- _Source material_:
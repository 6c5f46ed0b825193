package calibrate

import (
	"math"
	"math/cmplx"
	"math/rand/v2"
	"strings"
	"testing"

	"gonum.org/v1/gonum/mat"
)

// refDesign is the design matrix of the sine-fit model at angular
// frequency w on the times tt (basis origin tt[0]), built column by column
// from math.Sincos: cos, sin, 1, the cos and sin of each harmonic, τ when
// drift is set (and τ² and τ³ too in a window of MinBackgroundCycles or
// more, as DemodSettings.Drift), and with hslope (τ-τ̄) cos and (τ-τ̄) sin
// of each harmonic (τ̄ the mean of τ; DemodSettings.Harmonics).
func refDesign(tt []float64, w float64, harmonics []int, drift, hslope bool) *mat.Dense {
	q := 3 + 2*len(harmonics)
	cubic := refCubic(tt, w, drift)
	if drift {
		q++
	}
	if cubic {
		q += 2
	}
	p := q
	if hslope {
		p += 2 * len(harmonics)
	}
	var tm float64
	for _, ti := range tt {
		tm += ti - tt[0]
	}
	tm /= float64(len(tt))
	X := mat.NewDense(len(tt), p, nil)
	for i, ti := range tt {
		tau := ti - tt[0]
		s, c := math.Sincos(w * tau)
		X.Set(i, 0, c)
		X.Set(i, 1, s)
		X.Set(i, 2, 1)
		for j, h := range harmonics {
			sh, ch := math.Sincos(float64(h) * w * tau)
			X.Set(i, 3+2*j, ch)
			X.Set(i, 4+2*j, sh)
		}
		if cubic {
			X.Set(i, q-3, tau)
			X.Set(i, q-2, tau*tau)
			X.Set(i, q-1, tau*tau*tau)
		} else if drift {
			X.Set(i, q-1, tau)
		}
		if hslope {
			for j, h := range harmonics {
				sh, ch := math.Sincos(float64(h) * w * tau)
				X.Set(i, q+2*j, (tau-tm)*ch)
				X.Set(i, q+1+2*j, (tau-tm)*sh)
			}
		}
	}
	return X
}

// refCubic says whether refDesign takes τ² and τ³ beside τ: with drift,
// in a window of MinBackgroundCycles or more of the frequency w/2π.
func refCubic(tt []float64, w float64, drift bool) bool {
	n := len(tt)
	return drift && n > 1 && w/(2*math.Pi)*(tt[n-1]-tt[0])*float64(n)/float64(n-1) >= MinBackgroundCycles-0.005
}

// refLinear is the linear (three-parameter, plus harmonics and drift) fit
// of y less its first value at angular frequency w, by gonum's QR least
// squares (mat.VecDense.SolveVec). It returns the residuals, their sum of
// squares and the frequency column d = τ(-A sin ωτ + B cos ωτ) of the
// four-parameter algorithm of IEEE Std 1057 section 4.1.3.3 at the fitted
// A, B (the fundamental's derivative ∂y/∂ω).
func refLinear(t *testing.T, tt, y []float64, w float64, harmonics []int, drift, hslope bool) (r []float64, rss float64, d []float64) {
	t.Helper()
	n := len(tt)
	X := refDesign(tt, w, harmonics, drift, hslope)
	yv := mat.NewVecDense(n, nil)
	for i := range y {
		yv.SetVec(i, y[i]-y[0])
	}
	var beta, pred mat.VecDense
	if err := beta.SolveVec(X, yv); err != nil {
		t.Fatal(err)
	}
	pred.MulVec(X, &beta)
	a, b := beta.AtVec(0), beta.AtVec(1)
	r, d = make([]float64, n), make([]float64, n)
	for i := range r {
		r[i] = yv.AtVec(i) - pred.AtVec(i)
		rss += r[i] * r[i]
		tau := tt[i] - tt[0]
		s, c := math.Sincos(w * tau)
		d[i] = tau * (-a*s + b*c)
	}
	return r, rss, d
}

// refSlopeAxis is refLinear for the slope model (DemodSettings with
// ConstantAmplitude false): the design X of refDesign with the harmonics'
// slope columns, and the fundamental's change of amplitude, linear and
// quadratic, u1 = τ(A cos ωτ + B sin ωτ) and u2 = τ²(A cos ωτ + B sin ωτ)
// as two more columns, where A, B are the fundamental's coefficients at
// the mean of τ in the fit of y less its first value on X and τ cos ωτ,
// τ sin ωτ, τ² cos ωτ, τ² sin ωτ (a linear and quadratic change of the
// fundamental's amplitude and phase; gonum QR). It returns the design
// [X u1 u2], the residual sum of squares of the fit on it (gonum QR) and
// the frequency column d = τ(-A sin ωτ + B cos ωτ) at those A, B: the
// phase's change, which the frequency takes, while u1 and u2 take the
// amplitude's.
func refSlopeAxis(t *testing.T, tt, y []float64, w float64, harmonics []int, drift bool) (xu *mat.Dense, rss float64, d []float64) {
	t.Helper()
	n := len(tt)
	X := refDesign(tt, w, harmonics, drift, true)
	_, p := X.Dims()
	yv := mat.NewVecDense(n, nil)
	var tm float64
	for i := range y {
		yv.SetVec(i, y[i]-y[0])
		tm += tt[i] - tt[0]
	}
	tm /= float64(n)
	full := mat.NewDense(n, p+4, nil)
	full.Slice(0, n, 0, p).(*mat.Dense).Copy(X)
	for i, ti := range tt {
		tau := ti - tt[0]
		s, c := math.Sincos(w * tau)
		full.Set(i, p, tau*c)
		full.Set(i, p+1, tau*s)
		full.Set(i, p+2, tau*tau*c)
		full.Set(i, p+3, tau*tau*s)
	}
	var beta mat.VecDense
	if err := beta.SolveVec(full, yv); err != nil {
		t.Fatal(err)
	}
	a := beta.AtVec(0) + beta.AtVec(p)*tm + beta.AtVec(p+2)*tm*tm
	b := beta.AtVec(1) + beta.AtVec(p+1)*tm + beta.AtVec(p+3)*tm*tm
	xu = mat.NewDense(n, p+2, nil)
	xu.Slice(0, n, 0, p).(*mat.Dense).Copy(X)
	d = make([]float64, n)
	for i, ti := range tt {
		tau := ti - tt[0]
		s, c := math.Sincos(w * tau)
		xu.Set(i, p, tau*(a*c+b*s))
		xu.Set(i, p+1, tau*tau*(a*c+b*s))
		d[i] = tau * (-a*s + b*c)
	}
	var gamma, pred mat.VecDense
	if err := gamma.SolveVec(xu, yv); err != nil {
		t.Fatal(err)
	}
	pred.MulVec(xu, &gamma)
	for i := 0; i < n; i++ {
		r := yv.AtVec(i) - pred.AtVec(i)
		rss += r * r
	}
	return xu, rss, d
}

- _What you need to do_: Above are records; say how many of their lines contain the word "columns", giving only the number.

- _Result_: 2